• _WORK ITEM_
Go to the line containing "def client_env(self) ->" in the records below and print it and every following line exactly, on through the line containing "def truth_at(self, freq_hz: float)", then stop.

• _Collected data entries_
========================================================================

"""The full FTF job through the instrument protocol: an SCPI generator in a process of its own.

flamebode runs as a real process with the ``scpi+simulated`` back-end: the generator is the
loopback SCPI emulator (tests/drivers/scpi_emulator.py, served as a separate process on a
fixed loopback port, reached through pyvisa-py), and the simulated burner records the
response to what the generator reports it outputs (its ``SOUR:FREQ?``/``SOUR:VOLT?``/``OUTP?``
read-back): the instrument's settings feed the physics. Checks: an FTF sweep of 8 points
recovers the simulator's truth (``drivers.simulated.truth.true_ftf``) within the tool's own
95 % intervals at no fewer points than honest intervals reach in all but one run in a thousand
(``emulator_rig.coverage_floor``; below it, the same plan in-process tells an interval matter
from a fault of the SCPI path, and the failure names which); the generator killed mid-sweep gives a named
fault, the stored points are kept, and ``flamebode resume`` against the restarted instrument
finishes the run and leaves its output off at zero.

Needs pyvisa and pyvisa-py (skips with the reason otherwise). About 40 s.
"""

from __future__ import annotations

import json
import socket
import subprocess
import sys
import time
from pathlib import Path

import pytest

from emulator_rig import coverage_floor, run_points, within
from run_watch import ROOT, committed_attempts, run_cli

pytest.importorskip("pyvisa", reason="pyvisa not installed")
pytest.importorskip("pyvisa_py", reason="pyvisa-py not installed")
pytestmark = pytest.mark.slow

DEMO = ROOT / "configs" / "demo-rig.toml"
EMULATOR = Path(__file__).with_name("scpi_emulator.py")
FREQS_HZ = [150.0, 250.0, 350.0, 400.0, 450.0, 550.0, 850.0, 950.0]


def free_port() -> int:
    with socket.socket() as s:
        s.bind(("127.0.0.1", 0))
        return s.getsockname()[1]


class Instrument:
    """The SCPI emulator as a process: start, kill -9, start again on the same port."""

    def __init__(self, folder: Path) -> None:
        self.port, self.status, self.proc = free_port(), folder / "scpi-status.jsonl", None

    def start(self) -> None:
        self.proc = subprocess.Popen([sys.executable, str(EMULATOR), "--port", str(self.port), "--status",
                                      str(self.status)], stdout=subprocess.PIPE, text=True)
        assert "scpi emulator on port" in self.proc.stdout.readline()

    def kill(self) -> float:
        self.proc.kill()
        self.proc.wait(10)
        self.proc.stdout.close()
        return time.time()

    def stop(self) -> None:
        if self.proc is not None and self.proc.poll() is None:
            self.proc.terminate()
            self.proc.wait(10)
            self.proc.stdout.close()

    def lines(self) -> list[dict]:
        out = []
        for line in self.status.read_text().splitlines():
            try:
                out.append(json.loads(line))
            except json.JSONDecodeError:
                pass
        return out


def rig_file(folder: Path, port: int) -> Path:
    path = folder / "rig.toml"
    path.write_text(DEMO.read_text(encoding="utf-8") + f"""
[hardware.scpi]
resource = "TCPIP0::127.0.0.1::{port}::SOCKET"
timeout = "2 s"
ramp_step = "20 ms"
""", encoding="utf-8")
    return path


def plan_file(folder: Path, freqs: list[float]) -> Path:
    path = folder / "plan.toml"
    values = ", ".join(f"{f:g}" for f in freqs)
    path.write_text(f'name = "scpi emulator"\nscenario = "{ROOT / "configs" / "demo-scenario.toml"}"\n'
                    f'[frequencies]\nvalues = [{values}]\n[amplitude]\nvalues = [0.05]\nbasis = "peak"\n'
                    f'[timing]\nrecord = "1 s"\nsettle = "0.2 s"\ntuning_window = "0.2 s"\n'
                    f'tuning_discard = "0.05 s"\n', encoding="utf-8")
    return path


def inside_count(run_dir: Path) -> int:
    from app.rig import load_rig
    from drivers.simulated import SimulatedBurner, truth

    sim = SimulatedBurner(load_rig(DEMO))
    n = 0
    for p in run_points(run_dir).values():
        if "freq_hz" in p:
            h = truth.true_ftf(sim, p["freq_hz"], 0.05)
            n += within(p, {"ftf_re": h.real, "ftf_im": h.imag})
    return n


@pytest.fixture
def instrument(tmp_path):
    inst = Instrument(tmp_path)
    inst.start()
    try:
        yield inst
    finally:
        inst.stop()


def test_full_ftf_sweep_through_the_scpi_generator(instrument, tmp_path):
    rig, plan = rig_file(tmp_path, instrument.port), plan_file(tmp_path, FREQS_HZ)
    out = run_cli("sweep", str(plan), "--rig", str(rig), "--backend", "scpi+simulated", "--out",
                  str(tmp_path / "run"), timeout_s=150)
    assert out.returncode == 0 and "8 of 8 points" in out.stdout, out.stdout[-3000:] + out.stderr[-2000:]
    inside = inside_count(tmp_path / "run")
    floor = coverage_floor(len(FREQS_HZ))
    if inside < floor:
        ref = run_cli("sweep", str(plan), "--rig", str(DEMO), "--backend", "simulated", "--fast", "--out",
                      str(tmp_path / "in-process"))
        assert ref.returncode == 0, ref.stdout[-2000:]
        reference = inside_count(tmp_path / "in-process")
        if reference < floor:
            pytest.fail(f"the tool's own 95 % intervals cover the truth at only {reference}/{len(FREQS_HZ)} "
                        f"points in-process (SCPI path: {inside}): the intervals, not the SCPI path, are wrong")
        pytest.fail(f"SCPI path: truth inside at {inside} of {len(FREQS_HZ)} points, fewer than the {floor} honest "
                    f"intervals reach (in-process: {reference})\n{out.stdout[-3000:]}")
    last = instrument.lines()[-1]
    assert last["output"] is False, last                    # the generator's output off at the end


def test_generator_killed_mid_sweep_is_a_named_fault_and_the_run_resumes(instrument, tmp_path):
    rig, plan = rig_file(tmp_path, instrument.port), plan_file(tmp_path, FREQS_HZ[:5])
    run_dir = tmp_path / "run"
    sweep = subprocess.Popen([sys.executable, "-m", "app.cli", "sweep", str(plan), "--rig", str(rig), "--backend",
                              "scpi+simulated", "--out", str(run_dir)], cwd=ROOT, stdout=subprocess.PIPE,
                             stderr=subprocess.PIPE, text=True)
    try:
        deadline = time.monotonic() + 90
        while len(committed_attempts(run_dir)) < 2 and sweep.poll() is None and time.monotonic() < deadline:
            time.sleep(0.1)
        if sweep.poll() is not None or len(committed_attempts(run_dir)) < 2:
            pytest.fail("the sweep ended before two points were stored: " + "".join(sweep.communicate(timeout=10)))
        instrument.kill()
        stdout, stderr = sweep.communicate(timeout=60)
    finally:
        if sweep.poll() is None:
            sweep.kill()
            sweep.wait(10)
    assert sweep.returncode != 0 and "Traceback" not in stderr, (stdout + stderr)[-3000:]
    kept = run_points(run_dir)
    faults = kept.pop(-1, {}).get("faults", [])
    assert faults and all(f["name"] in ("driver-error", "backend-timeout", "output-unconfirmed") for f in faults), faults
    assert len(kept) >= 2, kept
    # the instrument comes back (power-cycled: output off, as after *RST); the run resumes on it
    instrument.start()
    out = run_cli("resume", str(run_dir), timeout_s=120)
    assert out.returncode == 0, out.stdout[-3000:] + out.stderr[-2000:]
    done = run_points(run_dir)
    done.pop(-1, None)
    assert sorted(p["freq_hz"] for p in done.values()) == FREQS_HZ[:5], out.stdout[-2000:]
    time.sleep(0.2)
    last = instrument.lines()[-1]
    assert last["output"] is False, last                    # drive at zero, as the instrument reports it
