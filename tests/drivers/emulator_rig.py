"""Test helper (not a test module): a private audio server with the rig emulator's two sinks,
the emulator as a separate process, and the reading of a run's points and the emulator's truth.

The server lives in its own runtime folder (never the suite's shared one, so a test may kill
and restart it): sink ``fb_drive`` (2 channels: flamebode plays, the emulator listens on its
monitor) and ``fb_sense`` (6 channels: the emulator plays, flamebode records its monitor).
flamebode is pointed at them with ``PULSE_SINK``/``PULSE_SOURCE`` in its own environment.
"""

from __future__ import annotations

import cmath
import json
import math
import os
import shutil
import signal
import sqlite3
import subprocess
import sys
import tempfile
import time
from pathlib import Path
from typing import Any

import audio_server
import pytest
from drivers.emulator.files import read_status

ROOT = Path(__file__).resolve().parents[2]
RIG = ROOT / "configs" / "emulator-rig.toml"
SINKS = {"fb_drive": 2, "fb_sense": 6}


def no_audio_reason() -> str:
    """Why the emulator's audio tests cannot run here ('' when they can)."""
    missing = [p for p in ("pulseaudio", "pactl") if shutil.which(p) is None]
    if missing:
        return f"{', '.join(missing)} not found (apt packages pulseaudio pulseaudio-utils): no audio server"
    try:
        import sounddevice  # noqa: F401
    except OSError as exc:
        return f"PortAudio library missing ({exc}); apt package libportaudio2"
    except ImportError as exc:
        return f"sounddevice not installed ({exc})"
    return ""


class PrivateServer:
    """A PulseAudio server of the test's own, with the emulator sinks; killable and restartable."""

    def __init__(self) -> None:
        self.runtime = tempfile.mkdtemp(prefix="fb-emu-pulse-")
        self.env = audio_server.private_server_env(self.runtime)

    def start(self) -> str:
        return audio_server.start_private(self.runtime, SINKS)

    def kill(self) -> None:
        audio_server.kill_private(self.runtime)

    def close(self) -> None:
        self.kill()
        shutil.rmtree(self.runtime, ignore_errors=True)

    def client_env(self) -> dict[str, str]:
        """What flamebode needs in its environment to use the emulator's sinks."""
        return {"PULSE_RUNTIME_PATH": self.env["PULSE_RUNTIME_PATH"], "PULSE_SERVER": self.env["PULSE_SERVER"],
                "PULSE_STATE_PATH": self.env["PULSE_STATE_PATH"], "PULSE_SINK": "fb_drive",
                "PULSE_SOURCE": "fb_sense.monitor"}


class Emulator:
    """``python -m drivers.emulator audio`` as a separate process, with its truth and status files."""

    def __init__(self, server: PrivateServer, folder: Path, mode: str = "audio", extra: tuple[str, ...] = ()) -> None:
        self.truth, self.status, self.log = folder / "truth.json", folder / "status.jsonl", folder / "emulator.log"
        cmd = [sys.executable, "-m", "drivers.emulator", mode, "--rig", str(RIG), "--truth", str(self.truth),
               "--status", str(self.status), *extra]
        if mode == "audio":
            cmd += ["--drive-source", "fb_drive.monitor", "--sensor-sink", "fb_sense"]
        env = {**os.environ, **(server.env if server else {})}
        self._log = open(self.log, "w")
        self.proc = subprocess.Popen(cmd, cwd=ROOT, env=env, stdout=self._log, stderr=subprocess.STDOUT)

    def wait_for(self, event: str, timeout_s: float = 20.0, after: float = 0.0) -> dict[str, Any] | None:
        deadline = time.monotonic() + timeout_s
        while time.monotonic() < deadline:
            for line in read_status(self.status):
                if line.get("event") == event and line["time"] >= after:
                    return line
            if self.proc.poll() is not None:
                return None
            time.sleep(0.1)
        return None

    def lines(self) -> list[dict[str, Any]]:
        return read_status(self.status)

    def truth_points(self) -> list[dict[str, Any]]:
        try:
            return json.loads(self.truth.read_text(encoding="utf-8"))["points"]
        except (OSError, ValueError, KeyError):
            return []

    def truth_at(self, freq_hz: float) -> dict[str, Any] | None:
        """The emulator's truth at the frequency it was driven nearest to ``freq_hz`` (within 0.1 Hz)."""
        near = [p for p in self.truth_points() if abs(p["freq_hz"] - freq_hz) <= 0.1]
        return max(near, key=lambda p: p["blocks"]) if near else None

    def summary(self) -> str:
        """The emulator's events, last counts and log tail (for a failure message)."""
        lines = self.lines()
        events = [ln for ln in lines if "event" in ln]
        last = lines[-1] if lines else {}
        try:
            log = self.log.read_text(errors="replace")[-1500:]
        except OSError:
            log = ""
        return f"\nemulator events: {events}\nlast status: {last}\nemulator log: {log}"

    def stop(self) -> str:
        if self.proc.poll() is None:
            self.proc.send_signal(signal.SIGTERM)
            try:
                self.proc.wait(10)
            except subprocess.TimeoutExpired:
                self.proc.kill()
                self.proc.wait(5)
        self._log.close()
        return self.log.read_text(errors="replace")


def run_points(run_dir: Path) -> dict[int, dict[str, Any]]:
    """The latest analysis of every point of a run: freq, gain, phase and their 95 % half-widths."""
    con = sqlite3.connect(f"{(run_dir / 'index.sqlite').as_uri()}?mode=ro", uri=True)
    try:
        rows = con.execute(
            "SELECT a.point_index, p.freq_hz, an.gain, an.phase_rad, an.gain_ci95, an.phase_ci95_rad, a.overflows "
            "FROM analyses an JOIN attempts a ON a.attempt_id = an.attempt_id "
            "JOIN points p ON p.point_index = a.point_index ORDER BY an.analysis_id").fetchall()
        faults = con.execute("SELECT name, message FROM faults ORDER BY fault_id").fetchall()
    finally:
        con.close()
    out = {r[0]: {"freq_hz": r[1], "gain": r[2], "phase_rad": r[3], "gain_ci95": r[4], "phase_ci95_rad": r[5],
                  "overflows": r[6]} for r in rows if r[2] is not None}
    out_faults = [{"name": n, "message": m} for n, m in faults]
    return out if not out_faults else {**out, -1: {"faults": out_faults}}


def within(point: dict[str, Any], true: dict[str, Any]) -> bool:
    """Truth inside the tool's own 95 % intervals, gain and phase both."""
    h = complex(true["ftf_re"], true["ftf_im"])
    dphi = math.remainder(point["phase_rad"] - cmath.phase(h), 2 * math.pi)
    return abs(point["gain"] - abs(h)) <= point["gain_ci95"] and abs(dphi) <= point["phase_ci95_rad"]


def coverage_floor(n_points: int, alpha: float = 1e-3) -> int:
    """The fewest of ``n_points`` that honest 95 % intervals put the truth inside (gain and phase both).

    A point's truth falls inside both its gain and its phase 95 % interval with probability at
    least 0.95² = 0.9025, whatever the correlation of the two errors (Šidák's inequality for
    jointly normal errors; Šidák 1967, J. Am. Stat. Assoc. 62, 626). The count of such points is
    then binomial; the floor is the largest count k with P(count < k) <= ``alpha``
    (scipy.stats.binom), so honest intervals fail the check at most once in 1/alpha runs. A
    fixed "90 % of 8 points" demands all 8, which honest intervals meet only ~45 % of the time.

    The binomial law takes the points' misses as independent. Errors shared by every point (the
    sensors' calibration errors) make misses come together: with 60 % of the error variance
    shared, honest runs would fail about 3 % of the time. The emulator's rig is the same in every
    run (its scenario's seed fixes the sensors' errors; only the noise is new), so the shared part
    is fixed, not drawn anew: it moves which points sit near their interval's edge, and the runs on
    record put 7 to 10 of 10 points inside, well above the floor of 5.
    """
    from scipy.stats import binom

    p = 0.95 ** 2
    return max(k for k in range(n_points + 1) if binom.cdf(k - 1, n_points, p) <= alpha)


def plan_text(name: str, freqs_hz: list[float], record_s: float = 1.0) -> str:
    """An FTF plan at the given frequencies (5 % peak forcing, short settle and tuning windows)."""
    values = ", ".join(f"{f:g}" for f in freqs_hz)
    return (f'name = "{name}"\n[frequencies]\nvalues = [{values}]\n'
            f'[amplitude]\nvalues = [0.05]\nbasis = "peak"\n[timing]\nrecord = "{record_s:g} s"\n'
            f'settle = "0.2 s"\ntuning_window = "0.2 s"\ntuning_discard = "0.05 s"\n')


LOAD_FAULTS = ("flame-out", "drive-not-answering", "output-above-command", "backend-timeout", "sensor-dead",
               "audio-server-lost")   # a stream that died under load (PortAudio: "stopped by itself")


def resume_until_done(run_dir: Path, first, emu: "Emulator", tries: int = 3) -> tuple[Any, list[str]]:
    """Resume a run that a real-time fault ended until it completes (at most ``tries`` times).

    On a loaded machine the audio server or the emulator misses a deadline now and then; the
    emulator then plays a gap, and flamebode, seeing the light or the reference vanish, ends the
    sweep with a named fault, keeping every stored point. A lab resumes; so does the test, and
    says so. Only the faults such a gap can cause are resumed, and only when the emulator counted
    a missed deadline of its own or of the server."""
    from run_watch import run_cli

    out, resumed = first, []
    for _ in range(tries):
        if out.returncode == 0:
            break
        faults = [ln for ln in out.stdout.splitlines() if "FAULT" in ln]
        counts = emu.lines()[-1] if emu.lines() else {}
        missed = sum(int(counts.get(k, 0)) for k in ("output_underflow", "starved", "input_overflow"))
        if not faults or not all(any(f"FAULT {name}:" in ln for name in LOAD_FAULTS) for ln in faults) or not missed:
            break
        resumed.append(faults[-1].strip())
        out = run_cli("resume", str(run_dir), timeout_s=150)
    return out, resumed


@pytest.fixture
def server():
    """A private audio server for one test (skipped with the reason where none can start)."""
    srv = PrivateServer()
    why = srv.start()
    if why:
        srv.close()
        pytest.skip(f"no audio server: {why}")
    try:
        yield srv
    finally:
        srv.close()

========================================================================

• _SOLUTION TO THIS TASK_
    def client_env(self) -> dict[str, str]:
        """What flamebode needs in its environment to use the emulator's sinks."""
        return {"PULSE_RUNTIME_PATH": self.env["PULSE_RUNTIME_PATH"], "PULSE_SERVER": self.env["PULSE_SERVER"],
                "PULSE_STATE_PATH": self.env["PULSE_STATE_PATH"], "PULSE_SINK": "fb_drive",
                "PULSE_SOURCE": "fb_sense.monitor"}


class Emulator:
    """``python -m drivers.emulator audio`` as a separate process, with its truth and status files."""

    def __init__(self, server: PrivateServer, folder: Path, mode: str = "audio", extra: tuple[str, ...] = ()) -> None:
        self.truth, self.status, self.log = folder / "truth.json", folder / "status.jsonl", folder / "emulator.log"
        cmd = [sys.executable, "-m", "drivers.emulator", mode, "--rig", str(RIG), "--truth", str(self.truth),
               "--status", str(self.status), *extra]
        if mode == "audio":
            cmd += ["--drive-source", "fb_drive.monitor", "--sensor-sink", "fb_sense"]
        env = {**os.environ, **(server.env if server else {})}
        self._log = open(self.log, "w")
        self.proc = subprocess.Popen(cmd, cwd=ROOT, env=env, stdout=self._log, stderr=subprocess.STDOUT)

    def wait_for(self, event: str, timeout_s: float = 20.0, after: float = 0.0) -> dict[str, Any] | None:
        deadline = time.monotonic() + timeout_s
        while time.monotonic() < deadline:
            for line in read_status(self.status):
                if line.get("event") == event and line["time"] >= after:
                    return line
            if self.proc.poll() is not None:
                return None
            time.sleep(0.1)
        return None

    def lines(self) -> list[dict[str, Any]]:
        return read_status(self.status)

    def truth_points(self) -> list[dict[str, Any]]:
        try:
            return json.loads(self.truth.read_text(encoding="utf-8"))["points"]
        except (OSError, ValueError, KeyError):
            return []

    def truth_at(self, freq_hz: float) -> dict[str, Any] | None:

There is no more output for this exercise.